*Assigned task:* Note every line in the entries that contains the string "scratch", and copy it.

BEGIN Task inputs

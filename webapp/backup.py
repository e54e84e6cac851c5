"""Backups of the laptop's database, putting one back, and the lock that keeps the two apart.

A backup is taken with SQLite's online backup API, so it is one consistent moment of the
database even while the server writes (sqlite.org/backup.html). A restore needs the folder to
itself: ``rondo serve`` holds a shared lock on ``rondo.lock`` while it runs and a restore takes
it exclusively, so a restore refuses while a server runs and a server waits for a restore.
SQLite's own file locks are used, so the lock goes with the process, even one that crashed.
"""

from __future__ import annotations

import contextlib
import datetime as dt
import os
import shutil
import sqlite3
import tempfile
from pathlib import Path

from . import db

__all__ = [
    "DATABASE_NAME",
    "LOCK_NAME",
    "BackupError",
    "DataInUse",
    "backup",
    "check_rondo_database",
    "restore",
    "server_lock",
]

DATABASE_NAME = "rondo.sqlite"  # what create_app names it inside the data folder
LOCK_NAME = "rondo.lock"
# Every file that is an SQLite 3 database starts with these 16 bytes (sqlite.org/fileformat.html,
# section 1.3 "The Database Header").
SQLITE_MAGIC = b"SQLite format 3\x00"
# Tables of migration step 1: a file without them is some other program's database.
REQUIRED_TABLES = frozenset({"settings", "clients", "client_windows", "client_closed_days",
                             "drive_entries", "day_plans", "plan_choices", "plan_solves",
                             "planned_visits", "visits_done"})
SERVER_WAIT_MS = 10_000  # a server starting during a restore waits this long for it


class BackupError(ValueError):
    """A folder or file that cannot be backed up or restored; the message says why."""


class DataInUse(RuntimeError):
    """A server is running on the data folder (or a restore is), so it cannot be replaced."""


def database_path(data_dir) -> Path:
    return Path(data_dir).resolve() / DATABASE_NAME


def _open_existing(path: Path) -> sqlite3.Connection:
    """A connection to a database file that must exist already (never creates one)."""
    conn = sqlite3.connect(f"{path.as_uri()}?mode=rw", uri=True, isolation_level=None,
                           timeout=db.BUSY_TIMEOUT_MS / 1000)
    conn.row_factory = sqlite3.Row
    return conn


def _fsync(path: Path) -> None:
    """Flush a file, or a folder's entry list, to the disk."""
    flags = os.O_RDONLY | getattr(os, "O_DIRECTORY", 0) if path.is_dir() else os.O_RDONLY
    try:
        fd = os.open(path, flags)
    except OSError:  # some systems cannot open a folder; its entries are flushed anyway
        return
    try:
        os.fsync(fd)
    except OSError:
        pass
    finally:
        os.close(fd)


def _copy_live(source: sqlite3.Connection, target: Path) -> None:
    """Write a consistent copy of ``source`` to ``target`` as one self-contained file."""
    partial = target.with_name(target.name + ".partial")
    partial.unlink(missing_ok=True)
    copy = sqlite3.connect(partial, isolation_level=None)
    try:
        source.backup(copy)  # one step: the whole database as of one read transaction
        # A single file without a -wal beside it, whatever mode the source was in.
        copy.execute("PRAGMA journal_mode = DELETE")
        problems = _integrity(copy)
        if problems:
            raise BackupError(f"the copy did not pass SQLite's integrity check: {problems}")
    finally:
        copy.close()
    _fsync(partial)
    os.replace(partial, target)
    _fsync(target.parent)


def _integrity(conn: sqlite3.Connection) -> str:
    """'' when PRAGMA integrity_check says ok, else its first findings."""
    rows = [r[0] for r in conn.execute("PRAGMA integrity_check(5)")]
    return "" if rows == ["ok"] else "; ".join(rows)


def backup(data_dir, output) -> dict:
    """Copy the database of ``data_dir`` to ``output`` (replaced atomically if it exists)."""
    source_path = database_path(data_dir)
    if not source_path.is_file():
        raise BackupError(f"there is no Rondo database in {source_path.parent} "
                          f"(no {DATABASE_NAME}); check --data")
    target = Path(output).resolve()
    if target.is_dir():
        raise BackupError(f"--output {output} is a folder; give a file name such as "
                          "rondo-backup.sqlite")
    if target == source_path or (target.parent == source_path.parent
                                 and target.name.startswith(DATABASE_NAME + "-")):
        raise BackupError(f"--output {output} is the live database or one of its files; "
                          "write the backup somewhere else")
    if not target.parent.is_dir():
        raise BackupError(f"the folder of --output {output} does not exist")
    source = _open_existing(source_path)
    try:
        _copy_live(source, target)
    finally:
        source.close()
    return {"path": str(target), **check_rondo_database(target)}


def check_rondo_database(path) -> dict:
    """What the file holds if it is a sound Rondo database; BackupError saying why if not.

    Checks the SQLite header, PRAGMA integrity_check, the schema version and the tables.
    The file is read through a private copy, so it is never changed, even by a journal.
    """
    path = Path(path)
    if not path.is_file():
        raise BackupError(f"{path} is not a file")
    with open(path, "rb") as f:
        head = f.read(len(SQLITE_MAGIC))
    if head != SQLITE_MAGIC:
        raise BackupError(f"{path} is not an SQLite database (its first bytes are not "
                          "'SQLite format 3'); choose a file made by rondo backup")
    with tempfile.TemporaryDirectory(prefix="rondo-check-") as scratch:
        staged = Path(scratch) / DATABASE_NAME
        _stage(path, staged)
        conn = _open_existing(staged)
        try:
            return _describe(conn, path)
        finally:
            conn.close()


def _stage(path: Path, staged: Path) -> None:
    """Copy a database file (and a -wal left beside it) so it can be opened read-write."""
    shutil.copyfile(path, staged)
    wal = path.with_name(path.name + "-wal")
    if wal.is_file():
        shutil.copyfile(wal, staged.with_name(staged.name + "-wal"))


def _describe(conn: sqlite3.Connection, shown: Path) -> dict:
    try:
        problems = _integrity(conn)
        version = conn.execute("PRAGMA user_version").fetchone()[0]
        tables = {r[0] for r in conn.execute("SELECT name FROM sqlite_master WHERE type = "
                                             "'table'")}
    except sqlite3.DatabaseError as exc:
        raise BackupError(f"{shown} cannot be read as a database: {exc}") from None
    if problems:
        raise BackupError(f"{shown} is damaged; SQLite's integrity check says: {problems}")
    if version > db.SCHEMA_VERSION:
        raise BackupError(f"{shown} is at schema version {version}, newer than this Rondo "
                          f"({db.SCHEMA_VERSION}); update Rondo first")
    missing = sorted(REQUIRED_TABLES - tables)
    if version < 1 or missing:
        raise BackupError(f"{shown} is an SQLite database but not Rondo's (schema version "
                          f"{version}, missing tables: {', '.join(missing) or 'none'})")
    if conn.execute("SELECT count(*) FROM settings").fetchone()[0] != 1:
        raise BackupError(f"{shown} has no settings row; it is not a whole Rondo database")
    counts = {t: conn.execute(f"SELECT count(*) FROM {t}").fetchone()[0]
              for t in ("clients", "day_plans", "visits_done", "drive_entries")}
    return {"schema_version": version, "counts": counts}


@contextlib.contextmanager
def _lock(data_dir, *, exclusive: bool, wait_ms: int):
    """Hold the folder's lock; DataInUse if another process holds it the other way."""
    folder = Path(data_dir).resolve()
    folder.mkdir(parents=True, exist_ok=True)
    # Rollback-journal mode (the default): a read transaction holds SQLite's SHARED lock,
    # and BEGIN EXCLUSIVE cannot be had while any other process holds one.
    conn = sqlite3.connect(folder / LOCK_NAME, isolation_level=None, timeout=wait_ms / 1000)
    try:
        try:
            conn.execute("CREATE TABLE IF NOT EXISTS lock_holder (note TEXT)")
            if exclusive:
                conn.execute("BEGIN EXCLUSIVE")
            else:
                conn.execute("BEGIN")
                conn.execute("SELECT count(*) FROM lock_holder").fetchone()
        except sqlite3.OperationalError as exc:
            if "locked" not in str(exc) and "busy" not in str(exc):
                raise
            what = ("a Rondo server is running on this folder (or another restore is); "
                    "stop it (Ctrl+C in its window) and run the restore again" if exclusive else
                    "a restore is running on this folder; start the server when it is done")
            raise DataInUse(f"{folder}: {what}") from None
        yield
    finally:
        conn.close()  # ends the transaction and releases the lock


def server_lock(data_dir):
    """Held by ``rondo serve`` for its whole run: restores refuse while it is held."""
    return _lock(data_dir, exclusive=False, wait_ms=SERVER_WAIT_MS)


def _stamp() -> str:
    return dt.datetime.now(dt.UTC).strftime("%Y%m%dT%H%M%SZ")


def restore(data_dir, file) -> dict:
    """Replace the database of ``data_dir`` with ``file`` after checking it; keep the old one.

    Refuses (DataInUse) while a server runs on the folder. The previous database is kept as
    ``rondo-before-restore-<UTC time>.sqlite`` beside it; the restored one is migrated forward.
    """
    source = Path(file).resolve()
    check_rondo_database(source)
    folder = Path(data_dir).resolve()
    live = database_path(folder)
    if source == live:
        raise BackupError(f"{file} is the live database itself; nothing to restore")
    with _lock(folder, exclusive=True, wait_ms=0):
        staged = folder / f".{DATABASE_NAME}.restoring"
        try:
            described = _prepare(source, staged)
            kept = _keep_previous(live) if live.is_file() else None
            os.replace(staged, live)
        finally:
            for leftover in (staged, *_companions(staged)):
                leftover.unlink(missing_ok=True)
        # The old -wal was emptied by the checkpoint in _keep_previous; no journal of the
        # old file may be read against the new one.
        for companion in _companions(live):
            companion.unlink(missing_ok=True)
        _fsync(folder)
    return {"restored_from": str(source), "database": str(live),
            "previous_kept_as": None if kept is None else str(kept), **described,
            "schema_version_now": db.SCHEMA_VERSION}


def _prepare(source: Path, staged: Path) -> dict:
    """Copy ``source`` to ``staged``, check it, migrate it forward; what it holds."""
    for leftover in (staged, *_companions(staged)):
        leftover.unlink(missing_ok=True)
    _stage(source, staged)
    conn = _open_existing(staged)
    try:
        described = _describe(conn, source)
        db.migrate(conn)  # an older backup comes forward to this Rondo's schema
        conn.execute("PRAGMA journal_mode = DELETE")
        problems = _integrity(conn)
        if problems:
            raise BackupError(f"{source} did not pass the integrity check after migrating: "
                              f"{problems}")
    finally:
        conn.close()
    _fsync(staged)
    return described


def _companions(path: Path) -> tuple[Path, ...]:
    return tuple(path.with_name(path.name + suffix) for suffix in ("-wal", "-shm", "-journal"))


def _keep_previous(live: Path) -> Path:
    """Copy the current database beside it under a timestamped name; empty its -wal."""
    kept = live.with_name(f"rondo-before-restore-{_stamp()}.sqlite")
    n = 1
    while kept.exists():
        n += 1
        kept = live.with_name(f"rondo-before-restore-{_stamp()}-{n}.sqlite")
    conn = _open_existing(live)
    try:
        _copy_live(conn, kept)
        conn.execute("PRAGMA wal_checkpoint(TRUNCATE)")
    finally:
        conn.close()
    return kept
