"""The demo scenario: an invented rep and invented clients, loaded into an empty database only."""

from __future__ import annotations

import json
from importlib import resources

from . import clients, drives, settings
from .db import transaction

__all__ = ["SCENARIO_FILE", "is_empty", "load_scenario", "fill_if_empty"]

SCENARIO_FILE = "demo_scenario.json"


def load_scenario() -> dict:
    return json.loads(resources.files(__package__).joinpath(SCENARIO_FILE).read_text("utf-8"))


def is_empty(conn) -> bool:
    """Nothing the rep entered: no clients, drives or plans, and no home."""
    for table in ("clients", "drive_entries", "day_plans"):
        if conn.execute(f"SELECT 1 FROM {table} LIMIT 1").fetchone() is not None:
            return False
    return conn.execute("SELECT home_lat FROM settings WHERE id = 1").fetchone()[0] is None


def fill_if_empty(conn) -> bool:
    """Load the scenario through the same checks as the API, in one transaction; True if done."""
    if not is_empty(conn):
        return False
    scenario = load_scenario()
    with transaction(conn):
        if not is_empty(conn):  # another process got there between the check and the lock
            return False
        settings.update(conn, scenario["settings"])
        ids = {"home": "home"}
        for client in scenario["clients"]:
            ids[client["name"]] = clients.create(conn, client)["id"]
        for drive in scenario["drives"]:
            drives.save(conn, {"from": ids[drive["from"]], "to": ids[drive["to"]],
                               "km": drive["km"], "minutes": drive["minutes"],
                               "both_ways": drive["both_ways"]})
        conn.execute("UPDATE settings SET is_demo = 1 WHERE id = 1")
    return True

END Task inputs

*Problem solution:*
    with tempfile.TemporaryDirectory(prefix="rondo-check-") as scratch:
        staged = Path(scratch) / DATABASE_NAME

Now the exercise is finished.